The case to which I referred is Moore v. Conliffe, 7 Cal 4th 634, 871 P.2d 204, 29 Cal. Rptr. 2d 152 (1994). I did not have the chance to follow through and check the cases and secondary sources that have discussed the case.


----------



## Barry Muzzin (Sep 18, 2006)

Personally I couldn't care less about who doped in the peloton 20 years ago. What I do care about is moving toward a cleaner sport today... I believe Greg is concerned about the same.

YMMV


----------



## 867-5309 (Oct 7, 2005)

*If*



Barry Muzzin said:


> Personally I couldn't care less about who doped in the peloton 20 years ago. What I do care about is moving toward a cleaner sport today... I believe Greg is concerned about the same.
> 
> YMMV


If Lemond rode in a dirty pack and did nothing about it till he was long retired, fat and safe, that makes him a hypocrite because he helped lay the foundations for the scandals of today.


----------



## 32and3cross (Feb 28, 2005)

philippec said:


> Yes. It appears he was being more than a little stupid. -- which makes me think... Geoghegan was Landis's "business manager"... does that mean he was managing the "Floyd Fairness Fund"? Because if so.......



I wondered the same thing the FFF answered that question tho Geoghegan has no involvement at all apprently. Holds no position in and has never been paid by the FFF.


----------



## 32and3cross (Feb 28, 2005)

YoGeorge said:


> but in the end, and with my own son involved in racing bikes, I would like all doping revealed and punished, and damn the fallout. The TRUTH is what everyone should be after--not who you like better--just the plain old truth.
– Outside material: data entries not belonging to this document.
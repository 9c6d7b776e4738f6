//! How to simulate: the scenario's `[simulation]` section as typed settings. Names of dynamics,
//! schemes, start rules and methods are enums read once from the file (serde rejects any other
//! string with its line); ranges are checked by the scenario module.

use super::Dynamics;
use crate::units::quantity;
use serde::{Deserialize, Serialize};

/// The integrator asked for.
#[derive(Debug, Clone, Copy, PartialEq, Eq, Serialize, Deserialize)]
#[serde(rename_all = "kebab-case")]
pub enum Scheme {
    /// BAOAB splitting (underdamped)
    Baoab,
    /// BAOAB with an auxiliary variable for an exponential memory kernel (underdamped)
    BaoabMemory,
    /// Leimkuhler–Matthews (overdamped)
    LeimkuhlerMatthews,
    /// Euler–Maruyama (overdamped)
    EulerMaruyama,
}

impl Scheme {
    /// The name in scenario files and JSON.
    pub fn name(self) -> &'static str {
        match self {
            Self::Baoab => "baoab",
            Self::BaoabMemory => "baoab-memory",
            Self::LeimkuhlerMatthews => "leimkuhler-matthews",
            Self::EulerMaruyama => "euler-maruyama",
        }
    }
}

/// Where trajectories start.
#[derive(Debug, Clone, Copy, PartialEq, Eq, Serialize, Deserialize)]
#[serde(rename_all = "kebab-case")]
pub enum StartRule {
    /// at the reactant minimum
    Minimum,
    /// drawn from the Boltzmann distribution of the reactant well
    Thermal,
}

pub use super::methods::MethodRequest;

/// The `[simulation]` section (range-checked by the scenario module).
#[derive(Debug, Clone, Default, Deserialize)]
#[serde(deny_unknown_fields)]
pub struct Settings {
    /// underdamped or overdamped (default: from the regime)
    pub dynamics: Option<Dynamics>,
    /// integrator (default: the dynamics' own)
    pub scheme: Option<Scheme>,
    /// number of trajectories
    pub trajectories: Option<u64>,
    /// time step in units.time
    #[serde(default, deserialize_with = "quantity::time")]
    pub dt: Option<f64>,
    /// censoring horizon in units.time
    #[serde(default, deserialize_with = "quantity::time")]
    pub max_time: Option<f64>,
    /// master seed
    pub seed: Option<u64>,
    /// where trajectories start (default: the minimum)
    pub start: Option<StartRule>,
    /// estimation method (default: auto)
    pub method: Option<MethodRequest>,
    /// step budget for method = "auto"
    pub budget_steps: Option<f64>,
    /// forward flux sampling: interface positions (units.length), the target last
    #[serde(default, deserialize_with = "quantity::length_list")]
    pub interfaces: Option<Vec<f64>>,
    /// forward flux sampling: trials per stage and replica
    pub trials: Option<u64>,
    /// forward flux sampling: independent replicas (for the interval)
    pub replicas: Option<u64>,
    /// reactive flux: the window for κ(t), in units.time
    #[serde(default, deserialize_with = "quantity::time")]
    pub flux_time: Option<f64>,
    /// also count well-to-well transitions (double wells)
    pub well_to_well: Option<bool>,
    /// well-to-well transitions expected over the whole count (sets the trajectory length)
    pub transitions: Option<u64>,
    /// independent long trajectories for the well-to-well count and periodic measurements
    pub long_trajectories: Option<u64>,
}
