// Options of --diffusion: one line, exit 2, naming the option (common practice, no source).
#[test]
fn diffusion_options_are_checked() {
    const CORES: &str = "--cores=-1:-0.5,0.5:1";
    let good: String = (1..=400)
        .map(|i| format!("{},{}\n", i as f64 * 0.01, (i as f64 * 0.3).sin()))
        .collect();
    for (args, want) in [
        (&["--lags", "1,2"][..], "--diffusion"),
        (&["--diffusion", "--d-bins", "2", CORES][..], "--d-bins"),
        (&["--diffusion", "--lags", "0,2", CORES][..], "--lags"),
        (&["--diffusion", "--lags", "x"][..], "--lags"),
    ] {
        let (code, err) = bad("d_ok.csv", &good, args);
        assert_one_line(&format!("{args:?}"), code, &err, &[want]);
    }
}

// With --diffusion the written scenario's [particle] keeps only the mass: the table's D replaces
// the friction, and a memory time (which needs a friction) is left out with a note (common
// practice, no source: the scenario reader refuses a second D beside a table's).
#[test]
fn written_scenario_keeps_only_the_mass_beside_a_d_column() {
    let model = MODEL
        .replace(
            "[particle]\ndiffusion = 1.0",
            "[particle]\nmass = 20\nfriction = 50\nmemory_time = 0.05",
        )
        .replace("temperature = 300", "temperature = 300\nmass = \"amu\"");
    std::fs::write(dir().join("inertial.toml"), model).unwrap();
    let (csv, toml) = (path("profile_m.csv"), path("fitted_m.toml"));
    let r = json(&[
        "observe",
        &path("run0.csv"),
        "--scenario",
        &path("inertial.toml"),
        "--diffusion",
        "--lags",
        "5",
        "--d-bins",
        "12",
        "--profile",
        &csv,
        "--scenario-out",
        &toml,
        "--json",
    ]);
    let text = std::fs::read_to_string(&toml).unwrap();
    let doc: toml::Table = text.parse().unwrap();
    let particle = doc["particle"].as_table().unwrap();
    assert_eq!(particle.keys().collect::<Vec<_>>(), ["mass"], "{text}");
    let notes = r["notes"].as_array().unwrap();
    assert!(
        notes
            .iter()
            .any(|n| n.as_str().unwrap().contains("memory_time left out")),
        "{notes:?}"
    );
}

// ---------------------------------------------------------------------------------------------
// the picture (`--plot`), read through its markup (src/report/svg.rs module doc); what a reader
// needs to see is common practice, no source

fn has_class(n: &roxmltree::Node, c: &str) -> bool {
    n.attribute("class")
        .is_some_and(|a| a.split_whitespace().any(|w| w == c))
}

/// Data elements (outside the legend) with class `c` and, when given, data-series `series`.
fn elements<'a>(
    doc: &'a roxmltree::Document,
    c: &str,
    series: Option<&str>,
) -> Vec<roxmltree::Node<'a, 'a>> {
    doc.descendants()
        .filter(|n| has_class(n, c))
        .filter(|n| series.is_none_or(|s| n.attribute("data-series") == Some(s)))
        .filter(|n| !n.ancestors().any(|a| has_class(&a, "legend")))
        .collect()
}

/// The (x, y) of a `translate(x,y)` marker.
fn centre(n: &roxmltree::Node) -> (f64, f64) {
    let t = n.attribute("transform").unwrap();
    let (x, y) = t
        .trim_start_matches("translate(")
        .trim_end_matches(')')
        .split_once(',')
        .unwrap();
    (x.parse().unwrap(), y.parse().unwrap())
}

fn attr(n: &roxmltree::Node, k: &str) -> f64 {
    n.attribute(k).unwrap().parse().unwrap()
}

fn svg_texts(doc: &roxmltree::Document) -> Vec<String> {
    doc.descendants()
        .filter(|n| n.has_tag_name("text"))
        .map(|n| n.text().unwrap_or_default().trim().to_string())
        .collect()
}

// One U point per bin with a ±σ_U bar wherever the bin has a σ_U, the highest U drawn highest
// and the lowest lowest; both cores shaded in x order; axis labels in the scenario's units; no D
// panel without --diffusion. Without a scenario the labels read reduced units.
#[test]
fn plot_shows_u_with_its_error_bars_and_the_cores() {
    let r = observed();
    let text = std::fs::read_to_string(path("observed.svg")).unwrap();
    let doc = roxmltree::Document::parse(&text).expect("well-formed XML");
    let bins = r["free_energy"]["bins"].as_array().unwrap();
    let u = elements(&doc, "marker", Some("U"));
    assert_eq!(u.len(), bins.len());
    let with_sigma = bins.iter().filter(|b| b["sigma_u"].is_f64()).count();
    assert!(with_sigma > bins.len() / 2);
    assert_eq!(elements(&doc, "sigma-u", None).len(), with_sigma);
    let at = |i: usize| centre(&u[i]).1;
    let by_u = |a: &&Value, b: &&Value| {
        a["u"]
            .as_f64()
            .unwrap()
            .total_cmp(&b["u"].as_f64().unwrap())
    };
    let top = bins
        .iter()
        .position(|b| b == bins.iter().max_by(by_u).unwrap())
        .unwrap();
    let bottom = bins
        .iter()
        .position(|b| b == bins.iter().min_by(by_u).unwrap())
        .unwrap();
    let ys: Vec<f64> = (0..u.len()).map(at).collect();
    assert_eq!(at(top), ys.iter().copied().fold(f64::INFINITY, f64::min));
    assert_eq!(
        at(bottom),
        ys.iter().copied().fold(f64::NEG_INFINITY, f64::max)
    );
    let cores = elements(&doc, "core", None);
    let names: Vec<&str> = cores
        .iter()
        .map(|c| c.attribute("data-name").unwrap())
        .collect();
    assert_eq!(names, ["A", "B"]);
    // core A (around x = −1) left of core B (around x = +1)
    assert!(attr(&cores[0], "x") + attr(&cores[0], "width") < attr(&cores[1], "x"));
    let t = svg_texts(&doc);
    for want in ["x (nm)", "U − U(lowest bin) (kJ/mol)"] {
        assert!(t.iter().any(|s| s == want), "no label {want:?} in {t:?}");
    }
    assert!(elements(&doc, "marker", Some("D")).is_empty());
    assert!(!t.iter().any(|s| s.starts_with("D (")));
    // reduced units
    let svg = path("observed_reduced.svg");
    let out = run(&["observe", &path("run0.csv"), "--plot", &svg]);
    assert!(out.status.success());
    let text = std::fs::read_to_string(&svg).unwrap();
    let doc = roxmltree::Document::parse(&text).unwrap();
    let t = svg_texts(&doc);
    for want in ["x (L)", "U − U(lowest bin) (kT)"] {
        assert!(t.iter().any(|s| s == want), "no label {want:?} in {t:?}");
    }
}

// With --diffusion: one D point per interface inside its 95% interval bar, one lighter
// conditional-moment point per interface that has one, and the D axis labelled with its units.
#[test]
fn plot_with_diffusion_adds_the_d_panel() {
    let d = &with_diffusion().0["diffusion"];
    let text = std::fs::read_to_string(path("observed_d.svg")).unwrap();
    let doc = roxmltree::Document::parse(&text).expect("well-formed XML");
    let interfaces = d["interfaces"].as_array().unwrap();
    let points = elements(&doc, "marker", Some("D"));
    assert_eq!(points.len(), interfaces.len());
    // a bar and its two caps per interface
    let bars = elements(&doc, "d-ci95", None);
    assert_eq!(bars.len(), 3 * interfaces.len());
    for (p, bar) in points.iter().zip(bars.chunks(3)) {
        let (x, y) = centre(p);
        let b = &bar[0];
        assert!((attr(b, "x1") - x).abs() < 0.11, "bar not at its point");
        let (y1, y2) = (attr(b, "y1"), attr(b, "y2"));
        assert!(
            y1.min(y2) - 0.11 <= y && y <= y1.max(y2) + 0.11,
            "point outside its bar"
        );
    }
    let moments = interfaces
        .iter()
        .filter(|i| i["moments_d"].is_f64())
        .count();
    assert!(moments > 0);
    assert_eq!(elements(&doc, "marker", Some("D-moments")).len(), moments);
    assert_eq!(elements(&doc, "d-moments", None).len(), 3 * moments);
    // the U panel is still there
    let bins = with_diffusion().0["free_energy"]["bins"]
        .as_array()
        .unwrap()
        .len();
    assert_eq!(elements(&doc, "marker", Some("U")).len(), bins);
    let t = svg_texts(&doc);
    assert!(t.iter().any(|s| s == "D (nm²/ps)"), "no D label in {t:?}");
}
I can see (and support) that you would want to see doping revealed and punished in defense of your son should he choose to contiune in cycling (as well as for the good of the sport). I wonder how you feel about what you have seen of the testing procedure so far and how those could affect your son. I think for alot of us we could/can look at the clearly sloppy procedures and say well if they make mistakes its no big deal because we will never be tested and most likly they are only catching guilty people. But I know after I became more familar with the science (or lack there of) behind some of these tests I would cringe when my wife or one of her teammates would get tested since it seemed like being innocent was not always enough to have a negative test.


----------



## 32and3cross (Feb 28, 2005)

Henry Chinaski said:


> Greg is an awesome guy and a living legend. I'm also shocked to see how some people here portray him, but maybe they are newbies to the sport and only know Greg from highlights films and seeing his name on Trek-built bikes.
> 
> I'm disgusted by Floyd.


the actions aginst Greg are disgusting but as of right now they are not Floyds actions.


----------



## goaliedb (Apr 10, 2007)

I had been giving Floyd the benefit of the doubt. I wanted to believe he didnt, but it was beccoming hard to do so. I've lost all repect for him, and to be honest, I wish he would just go away never to be heard from again once the hearings are over with.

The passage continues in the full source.